Fig. 1 illustrates an exemplary architecture 100 to which the disclosed methods and apparatus for assisted model training, model tuning methods and apparatus, may be applied.

As shown in fig. 1, the system architecture 100 may include

terminal devices

101, 102, 103, a network 104, and a server 105. The communication connections between the

terminal devices

101, 102, 103 form a topological network, and the network 104 serves to provide a medium for communication links between the

terminal devices

101, 102, 103 and the server 105. Network 104 may include various connection types, such as wired, wireless communication links, or fiber optic cables, among others.

The

terminal devices

101, 102, 103 may be hardware devices or software that support network connections for data interaction and data processing. When the

terminal devices

101, 102, 103 are hardware, they may be various electronic devices supporting network connection, information acquisition, interaction, display, processing, and the like, including but not limited to smart phones, tablet computers, e-book readers, laptop portable computers, desktop computers, and the like. When the

terminal apparatuses

101, 102, 103 are software, they can be installed in the electronic apparatuses listed above. It may be implemented, for example, as multiple software or software modules to provide distributed services, or as a single software or software module. And is not particularly limited herein.

The server 105 may be a server providing various services, such as a background processing server training an initial model in conjunction with the interpretation result of the model interpreter according to the operation instruction of the

terminal devices

101, 102, 103, and a background processing server adjusting a target model in conjunction with the interpretation result of the model interpreter according to the operation instruction of the

terminal devices

101, 102, 103. As an example, the server 105 may be a cloud server.

The server may be hardware or software. When the server is hardware, it may be implemented as a distributed server cluster formed by multiple servers, or may be implemented as a single server. When the server is software, it may be implemented as multiple pieces of software or software modules (e.g., software or software modules used to provide distributed services), or as a single piece of software or software module. And is not particularly limited herein.

It should be further noted that the method for assisting model training and the model adjusting method provided by the embodiments of the present disclosure may be executed by a server, may also be executed by a terminal device, and may also be executed by the server and the terminal device in cooperation with each other. Accordingly, the device for assisting model training and each part (for example, each unit) included in the adjusting device in the model application process may be all disposed in the server, may be all disposed in the terminal device, and may be disposed in the server and the terminal device, respectively.

It should be understood that the number of terminal devices, networks, and servers in fig. 1 is merely illustrative. There may be any number of terminal devices, networks, and servers, as desired for implementation.
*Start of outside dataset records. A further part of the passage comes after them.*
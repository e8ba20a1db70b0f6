/** Exponents of the SI base units m, kg, s and K. Angle is dimensionless: rad = 1. */
export type Dimension = {
  readonly length: number;
  readonly mass: number;
  readonly time: number;
  readonly temperature: number;
};

const of = (length: number, mass = 0, time = 0, temperature = 0): Dimension => ({
  length,
  mass,
  time,
  temperature,
});

/**
 * The quantities that a beam document, a section and a material speak of, by name. Several names share one
 * dimension (a stress and an area load; a moment and a rotational spring): the name says which units are usual.
 * A temperature is always a difference: 20 °C is 20 K and 36 °F is 20 K.
 */
export const DIMENSIONS = {
  length: of(1),
  force: of(1, 1, -2),
  line_load: of(0, 1, -2),
  moment: of(2, 1, -2),
  stress: of(-1, 1, -2),
  modulus: of(-1, 1, -2),
  area_load: of(-1, 1, -2),
  second_moment: of(4),
  section_modulus: of(3),
  area: of(2),
  warping: of(6),
  bending_stiffness: of(3, 1, -2),
  shear_stiffness: of(1, 1, -2),
  spring: of(0, 1, -2),
  rotational_spring: of(2, 1, -2),
  curvature: of(-1),
  rotation: of(0),
  mass_per_length: of(-1, 1),
  density: of(-3, 1),
  temperature: of(0, 0, 0, 1),
  expansion: of(0, 0, 0, -1),
  ratio: of(0),
} as const satisfies Record<string, Dimension>;

export type DimensionName = keyof typeof DIMENSIONS;
export const DIMENSION_NAMES = Object.keys(DIMENSIONS) as DimensionName[];

/** The name in words, with its article: "a line load", "an area". */
export const DIMENSION_WORDS: Readonly<Record<DimensionName, string>> = {
  length: 'a length',
  force: 'a force',
  line_load: 'a line load',
  moment: 'a moment',
  stress: 'a stress',
  modulus: 'a modulus',
  area_load: 'an area load',
  second_moment: 'a second moment of area',
  section_modulus: 'a section modulus',
  area: 'an area',
  warping: 'a warping constant',
  bending_stiffness: 'a bending stiffness',
  shear_stiffness: 'a shear stiffness',
  spring: 'a spring stiffness',
  rotational_spring: 'a rotational spring stiffness',
  curvature: 'a curvature',
  rotation: 'a rotation',
  mass_per_length: 'a mass per length',
  density: 'a density',
  temperature: 'a temperature difference',
  expansion: 'a coefficient of thermal expansion',
  ratio: 'a number without unit',
};

const combine = (a: Dimension, b: Dimension, sign: 1 | -1): Dimension => ({
  length: a.length + sign * b.length,
  mass: a.mass + sign * b.mass,
  time: a.time + sign * b.time,
  temperature: a.temperature + sign * b.temperature,
});

export const multiplyDimensions = (a: Dimension, b: Dimension): Dimension => combine(a, b, 1);
export const divideDimensions = (a: Dimension, b: Dimension): Dimension => combine(a, b, -1);

/** Dimension of aⁿ; n may be a fraction (√(m⁴) is m²). */
export const raiseDimension = (a: Dimension, n: number): Dimension => ({
  length: a.length * n,
  mass: a.mass * n,
  time: a.time * n,
  temperature: a.temperature * n,
});

/** Exponents reached through a fraction, such as 4·(1/3)·3, are the same within 1e-9. */
const SAME_EXPONENT = 1e-9;

export function equalDimensions(a: Dimension, b: Dimension): boolean {
  const difference = combine(a, b, -1);
  return [difference.length, difference.mass, difference.time, difference.temperature].every(
    (exponent) => Math.abs(exponent) < SAME_EXPONENT,
  );
}

export const isDimensionless = (a: Dimension): boolean => equalDimensions(a, DIMENSIONS.ratio);

/** What each nameless combination of exponents is called in a message. */
const SHARED_WORDS: readonly (readonly [Dimension, string])[] = [
  [DIMENSIONS.ratio, 'a number without unit'],
  [DIMENSIONS.length, 'a length'],
  [DIMENSIONS.area, 'an area'],
  [DIMENSIONS.section_modulus, 'a length cubed'],
  [DIMENSIONS.second_moment, 'a length to the fourth power'],
  [DIMENSIONS.warping, 'a length to the sixth power'],
  [DIMENSIONS.force, 'a force'],
  [DIMENSIONS.line_load, 'a force per length'],
  [DIMENSIONS.moment, 'a moment'],
  [DIMENSIONS.stress, 'a force per area'],
  [DIMENSIONS.bending_stiffness, 'a bending stiffness'],
  [DIMENSIONS.curvature, 'a number per length'],
  [of(0, 1), 'a mass'],
  [DIMENSIONS.mass_per_length, 'a mass per length'],
  [of(-2, 1), 'a mass per area'],
  [DIMENSIONS.density, 'a mass per volume'],
  [of(-2, 1, -2), 'a force per volume'],
  [of(0, 0, 1), 'a time'],
  [DIMENSIONS.temperature, 'a temperature difference'],
  [DIMENSIONS.expansion, 'a number per temperature'],
];

/** A dimension in words for a message: "a length", "a force per length", else its SI base units "kg·m³·s⁻²". */
export function nameDimension(dimension: Dimension): string {
  const known = SHARED_WORDS.find(([candidate]) => equalDimensions(candidate, dimension));
  if (known) return known[1];
  const factors: readonly (readonly [string, number])[] = [
    ['kg', dimension.mass],
    ['m', dimension.length],
    ['s', dimension.time],
    ['K', dimension.temperature],
  ];
  return factors
    .filter(([, exponent]) => exponent !== 0)
    .map(([unit, exponent]) => (exponent === 1 ? unit : `${unit}^${Number(exponent.toFixed(3))}`))
    .join('·');
}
When the electronic device on which the method for assisting model training, the model adaptation method, runs does not require data transmission with other electronic devices, the system architecture may only comprise the electronic device (e.g. a server or a terminal device) on which the method for assisting model training, the model adaptation method, runs.
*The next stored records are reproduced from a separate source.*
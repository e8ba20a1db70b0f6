export {
  type Contribution,
  compound,
  contributionsOf,
  type Placed,
  sideBySide,
  solidOutline,
} from './compound';
export {
  asciiDesignation,
  type DesignationParts,
  designationKey,
  designationParts,
  designationRank,
  keyOfParts,
} from './designation';
export { dimensionFaults, ImpossibleSection } from './dimension-faults';
export {
  type Corner,
  cornerRadii,
  depthOf,
  designWall,
  governingThickness,
  type IDimensions,
  MEASURED_SHAPES,
  type MeasuredShape,
  SECTION_SHAPES,
  type SectionDimensions,
  type SectionShape,
  TUBE_STANDARDS,
  taper,
  tube,
  widthOf,
} from './dimensions';
export { elasticStrength, MATERIALS, materialFor, materialIn, yieldStrength } from './material';
export { type MaterialEntry, type MaterialSet, materialsOf } from './material-set';
export type { Material } from './material-types';
export { outlineCorners, outlinePath } from './outline';
export {
  type Finding,
  plausibilityFindings,
  type Severity,
  TABULATED,
  type Tabulated,
  type TabulatedName,
} from './plausibility';
export { type SectionProperties, sectionProperties } from './properties';
export { roundCorners } from './rings';
export { freeBending, sectionCautions } from './unsymmetric';
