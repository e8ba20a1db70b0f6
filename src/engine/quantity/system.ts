import type { DimensionName } from './dimension';

/** Decimals of a displayed number: see formatNumber. */
export type Rounding = { readonly significant?: number; readonly places?: number };
export type Display = Rounding & { readonly unit: string };

/** What a figure is for, where the dimension alone does not decide its unit or its rounding. */
const PURPOSES = [
  'position',
  'deflection',
  'section_size',
  'reaction',
  'radius_of_gyration',
  'slope',
] as const;
export type Purpose = DimensionName | (typeof PURPOSES)[number];

export type UnitSystemName = 'metric' | 'us';

/**
 * The unit and rounding in which each quantity is shown. Loads and moments to three figures, reactions to 0.1 kN or
 * 0.01 kip, deflections to 0.1 mm or 0.01 in, positions to the millimetre or 1/16 in (ASTM E29, ISO 80000-1).
 * A quantity without rounding is shown as exactly as it was given.
 */
export const UNIT_SYSTEMS: Readonly<Record<UnitSystemName, Readonly<Record<Purpose, Display>>>> = {
  metric: {
    length: { unit: 'm' },
    position: { unit: 'm', places: 3 },
    deflection: { unit: 'mm', places: 1 },
    section_size: { unit: 'mm', places: 1 },
    radius_of_gyration: { unit: 'cm', places: 2 },
    force: { unit: 'kN', significant: 3, places: 1 },
    reaction: { unit: 'kN', places: 1 },
    line_load: { unit: 'kN/m', significant: 3, places: 1 },
    moment: { unit: 'kNm', significant: 3, places: 1 },
    stress: { unit: 'N/mm2', significant: 3 },
    modulus: { unit: 'N/mm2' },
    area_load: { unit: 'kN/m2', significant: 3 },
    second_moment: { unit: 'cm4', significant: 3 },
    section_modulus: { unit: 'cm3', significant: 3 },
    area: { unit: 'cm2', significant: 3, places: 1 },
    warping: { unit: 'dm6', significant: 3 },
    bending_stiffness: { unit: 'kNm2', significant: 4 },
    shear_stiffness: { unit: 'kN', significant: 4 },
    spring: { unit: 'kN/m', significant: 4 },
    rotational_spring: { unit: 'kNm/rad', significant: 4 },
    curvature: { unit: '1/m', significant: 3 },
    rotation: { unit: 'mrad', significant: 3, places: 2 },
    slope: { unit: 'mrad', places: 2 },
    mass_per_length: { unit: 'kg/m', places: 1 },
    density: { unit: 'kg/m3', significant: 3 },
    temperature: { unit: 'C', places: 0 },
    expansion: { unit: '1/K', significant: 3 },
    ratio: { unit: '' },
  },
  us: {
    length: { unit: 'ft-in' },
    position: { unit: 'ft-in' },
    deflection: { unit: 'in', places: 2 },
    section_size: { unit: 'in', significant: 3 },
    radius_of_gyration: { unit: 'in', significant: 3 },
    force: { unit: 'kip', significant: 3, places: 1 },
    reaction: { unit: 'kip', places: 2 },
    line_load: { unit: 'kip/ft', significant: 3, places: 2 },
    moment: { unit: 'kip-ft', significant: 3, places: 1 },
    stress: { unit: 'ksi', significant: 3 },
    modulus: { unit: 'ksi' },
    area_load: { unit: 'psf', significant: 3 },
    second_moment: { unit: 'in4', significant: 3 },
    section_modulus: { unit: 'in3', significant: 3 },
    area: { unit: 'in2', significant: 3 },
    warping: { unit: 'in6', significant: 3 },
    bending_stiffness: { unit: 'kip-in2', significant: 4 },
    shear_stiffness: { unit: 'kip', significant: 4 },
    spring: { unit: 'kip/in', significant: 4 },
    rotational_spring: { unit: 'kip-in/rad', significant: 4 },
    curvature: { unit: '1/in', significant: 3 },
    rotation: { unit: 'mrad', significant: 3, places: 2 },
    slope: { unit: 'mrad', places: 2 },
    mass_per_length: { unit: 'lbm/ft', places: 1 },
    density: { unit: 'lbm/ft3', significant: 3 },
    temperature: { unit: 'F', places: 0 },
    expansion: { unit: '1/F', significant: 3 },
    ratio: { unit: '' },
  },
};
Referring to fig. 2, fig. 2 is a flowchart of a method for assisting model training according to an embodiment of the present disclosure, wherein the process 200 includes the following steps:

step 201, a training sample set is obtained.

In this embodiment, an executing subject (e.g., a terminal device or a server in fig. 1) of the method for assisting model training may obtain the training sample set from a remote location or from a local location based on a wired network connection manner or a wireless network connection manner. The training samples in the training sample set comprise training data and label information.

The training data in the training sample set may be a training sample set in each application domain. As an example, in the field of image classification, training data included in a training sample is a sample image, and label information is an image classification label; in the field of target object identification, training data included in training samples are sample images, and label information is a target object label.

In this embodiment, the execution subject may divide the training sample set into a training subset and a verification subset. The executing body can train the initial model through the training subset, and the accuracy of the trained initial model is verified through the verification subset.

Step 202, in the process of training the initial model through the training sample set, determining intermediate data in the forward propagation process of the initial model obtaining the output result according to the input training data, and loss information between the output result and the corresponding label information.

In this embodiment, the executing entity may determine, in the process of training the initial model by using the training sample set, intermediate data in a forward propagation process in which the initial model obtains an output result according to the input training data, and loss information between the output result and corresponding label information.

The model training stage comprises a forward propagation process and a backward propagation process, wherein in the forward propagation process, the initial model performs information processing such as feature extraction and classification according to input training data to obtain an output result; and in the back propagation process, gradient transmission is carried out according to the loss information between the output result and the corresponding label information, and the parameters of the initial model are updated.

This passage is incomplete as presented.